> **WHAT IS BEING ASKED**:
Show every line of the data below that includes the word "payload".

(Records from a data source)
++++++
//! The second reader, in another language, counts what this one wrote.

use crate::bench::{Bench, op};
use serde_json::Value;
use std::path::Path;
use std::process::{Command, Output};
use strake::sim::nor::Nor;
use strake_core::alarm::{AlarmState, FaultCause, MachineId};
use strake_core::journal::check::CRC32;
use strake_core::journal::entry::{Presser, Transition, TransitionCause};
use strake_core::journal::{Entry, Item, Sample, SectorReader};
use strake_core::signal::{Channel, Quality, SensorError};

fn record(file: &mut Vec<u8>, tag: u8, payload: &[u8]) {
    let begin = file.len();
    file.push(tag);
    file.extend(u32::try_from(payload.len()).unwrap().to_le_bytes());
    file.extend(payload);
    let check = CRC32.checksum(&file[begin..]);
    file.extend(check.to_le_bytes());
}

/// A journal file as a collection writes it.
pub(crate) fn file_of<const WORD: usize>(bench: &mut Bench<Nor<WORD>>) -> Vec<u8> {
    let mut file = b"STRAKEJ1".to_vec();
    let word = u8::try_from(WORD).unwrap();
    record(&mut file, 1, &[&b"\x02T1\x050.1.0"[..], &[word, 6, 0, 0, 0]].concat());
    record(&mut file, 2, &[&[1; 8][..], &[2; 8], b"plan"].concat());
    let newest = bench.journal.newest_sequence().unwrap();
    for sequence in bench.journal.oldest_sequence()..=newest {
        let used = bench.journal.used_bytes::<()>(sequence).unwrap();
        let mut bytes = vec![0; used.into()];
        bench.journal.read_sector(sequence, 0, &mut bytes).unwrap();
        let head = [&sequence.to_le_bytes()[..], &used.to_le_bytes()].concat();
        record(&mut file, 3, &[head, bytes].concat());
    }
    let used = bench.journal.used_bytes::<()>(newest).unwrap();
    let mut head = [&newest.to_le_bytes()[..], &used.to_le_bytes()].concat();
    head.extend(bench.journal.next_entry().to_le_bytes());
    head.extend(0x0123_4567_89AB_CDEF_u64.to_le_bytes());
    head.extend([0; 2 + 8]);
    head.extend([0xFF; 8 + 64]);
    record(&mut file, 4, &head);
    file
}

fn run_reader(file: &[u8]) -> Output {
    let directory = tempfile::tempdir().unwrap();
    let path = directory.path().join("tank.journal");
    std::fs::write(&path, file).unwrap();
    let script = Path::new(env!("CARGO_MANIFEST_DIR")).join("../tests/journal_reader");
    Command::new("python3")
        .arg(script.join("read_journal.py"))
        .arg(&path)
        .output()
        .expect("python3 is needed to run the second reader")
}

pub(crate) fn counts_of(file: &[u8]) -> Value {
    let output = run_reader(file);
    assert!(output.status.success(), "{}", String::from_utf8_lossy(&output.stderr));
    serde_json::from_slice(&output.stdout).unwrap()
}

/// Some laps with every kind of entry in them, ending with a transition.
pub(crate) fn journal<const WORD: usize>() -> Bench<Nor<WORD>> {
    let mut bench = Bench::new(Nor::<WORD>::new(6), 500);
    for index in 0..4_000 {
        bench.run(op(index)).unwrap();
        if index % 9 == 0 {
            let sample = odd_sample(index as u64);
            bench.journal.push(&sample, &mut bench.app).unwrap();
        }
        let tick_ms = 20_000 + index as u64;
        let entry = match index % 400 {
            40 => Entry::ClockFix { tick_ms, utc_s: 1_754_000_000 },
            80 => Entry::PlanChange { tick_ms, fingerprint: u64::MAX, serial: 1_754_000_000 },
            120 => Entry::Acknowledge { tick_ms, by: Presser::Link },
            160 => Entry::Gap { tick_ms, missing: 6 },
            390 => Entry::Transition(Transition {
                tick_ms,
                machine: MachineId::of_fault(FaultCause::Stale),
                from: AlarmState::Normal,
                to: AlarmState::Unacknowledged,
                cause: TransitionCause::Raised,
                utilisation: -0.5,
                hash: 0xFEDC_BA98_0000_0000 + tick_ms,
            }),
            200 => {
                bench.start_up().unwrap();
                continue;
            }
            _ => continue,
        };
        bench.append(entry).unwrap();
    }
    bench.flush().unwrap();
    bench
}

/// Samples out of the common: levels of a coarse sensor, failures, gaps, anything at all.
fn odd_sample(index: u64) -> Sample {
    let word = index.wrapping_mul(0x9E37_79B9_7F4A_7C15);
    let [a, b, c, d, e, f, g, h] = word.to_le_bytes();
    let coarse = Channel::good(320 * i32::from(a));
    let temperature = Channel::good(1600 + i32::from(b % 8));
    let quality = Quality::from_number(c % 8).unwrap();
    let any = Channel { count_16: i32::from_le_bytes([d, e, f, g]), quality };
    let (level, temperature) = match h % 5 {
        0 => (any, any),
        1 => (Channel::failed(SensorError::Silent), temperature),
        2 => (coarse, Channel::default()),
        _ => (coarse, temperature),
    };
    let tick_ms = if h % 7 == 0 { word >> 16 } else { 20_000 * index };
    Sample { tick_ms, level, temperature, battery_mv: u16::from_le_bytes([g, h % 32]) }
}

/// The same counts by the product's own reader.
#[derive(Default)]
pub(crate) struct Own {
    pub(crate) samples: u64,
    pub(crate) events: [u64; 12],
    /// Counts of the levels that are good or sparse.
    levels: Vec<i32>,
    /// All fields of all samples.
    fields: Vec<u8>,
    hash: u64,
}

impl Own {
    /// Takes all that stands in a sector.
    pub(crate) fn take(&mut self, sector: &[u8]) {
        for item in SectorReader::new(sector).unwrap() {
            match item {
                Item::Entry(Entry::Sample(sample)) => self.take_sample(&sample),
                Item::Entry(entry) => {
                    self.events[usize::from(entry.number())] += 1;
                    if let Entry::Transition(transition) = entry {
                        self.hash = transition.hash;
                    }
                }
                Item::State { .. } => {}
                Item::Damage(damage) => panic!("{damage:?}"),
            }
        }
    }

    fn take_sample(&mut self, sample: &Sample) {
        self.samples += 1;
        self.fields.extend(sample.tick_ms.to_le_bytes());
        for channel in [sample.level, sample.temperature] {
            self.fields.extend(channel.count_16.to_le_bytes());
            self.fields.push(channel.quality.number());
        }
        self.fields.extend(sample.battery_mv.to_le_bytes());
        if matches!(sample.level.quality, Quality::Good | Quality::Sparse) {
            self.levels.push(sample.level.count_16);
        }
    }

    /// CRC-32 over tick u64, count i32 and quality u8 of level and of temperature, battery u16, of
    /// all samples.
    pub(crate) fn samples_check(&self) -> String {
        format!("{:08x}", CRC32.checksum(&self.fields))
    }
}

fn own_counts<const WORD: usize>(bench: &mut Bench<Nor<WORD>>) -> Own {
    let mut own = Own::default();
    for sequence in bench.journal.oldest_sequence()..=bench.journal.newest_sequence().unwrap() {
        let mut bytes = [0; 4096];
        bench.journal.read_sector(sequence, 0, &mut bytes).unwrap();
        own.take(&bytes);
    }
    own
}

fn both_readers_agree<const WORD: usize>() {
    let mut bench = journal::<WORD>();
    let own = own_counts(&mut bench);
    let counts = counts_of(&file_of(&mut bench));
    println!("{counts}");
    assert_eq!(counts["samples"], own.samples);
    assert_eq!(counts["samples_check"], own.samples_check());
    assert!(own.samples > 800, "{}", own.samples);
    let names = ["transition", "fault", "start_up", "clock_fix", "plan_change"];
    for (number, name) in (2..).zip(names).chain([(10, "acknowledgement"), (11, "gap")]) {
        assert_eq!(counts["entries"][name], own.events[number], "{name}");
    }
    assert!([2, 3, 4, 5, 6, 10, 11].iter().all(|&number| own.events[number] > 0));
    assert_eq!(counts["damaged"], 0);
    assert_eq!(counts["damaged_sectors"], 0);
    assert_eq!(counts["checkpoints"], counts["sectors"]);
    assert_eq!(counts["first_level_count_16"], own.levels[0]);
    assert_eq!(counts["last_level_count_16"], *own.levels.last().unwrap());
    assert_eq!(counts["last_hash"], format!("{:016x}", own.hash));
    assert_eq!(counts["head"]["hash"], "0123456789abcdef");
    let entries = own.samples + own.events.iter().sum::<u64>();
    let next_entry = counts["head"]["next_entry"].as_u64().unwrap();
    assert_eq!(next_entry, counts["first_entry"].as_u64().unwrap() + entries);
}

#[test]
fn both_readers_agree_words_of_four() {
    both_readers_agree::<4>();
}

#[test]
fn both_readers_agree_words_of_one() {
    both_readers_agree::<1>();
}

#[test]
fn the_second_reader_sees_damage() {
    let mut bench = journal::<4>();
    let sound = counts_of(&file_of(&mut bench));
    let newest = bench.journal.newest_sequence().unwrap();
    // A bit of a block in a closed sector, and a bit of the header of the one before.
    let place = |sequence: u32| sequence % 6 * 4096;
    bench.journal.flash_mut().corrupt(place(newest - 1) + 2048 + 9, 1, |byte| byte ^ 1);
    bench.journal.flash_mut().corrupt(place(newest - 2) + 10, 1, |byte| byte ^ 1);
    let counts = counts_of(&file_of(&mut bench));
    assert_eq!((&counts["damaged"], &counts["damaged_sectors"]), (&1.into(), &1.into()));
    assert!(counts["samples"].as_u64() < sound["samples"].as_u64());
    // A record with a wrong check is refused.
    let mut file = file_of(&mut bench);
    file[40] ^= 1;
    assert!(!run_reader(&file).status.success());
}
++++++
> **SOLUTION TO THE PROBLEM**:
fn record(file: &mut Vec<u8>, tag: u8, payload: &[u8]) {
    file.extend(u32::try_from(payload.len()).unwrap().to_le_bytes());
    file.extend(payload);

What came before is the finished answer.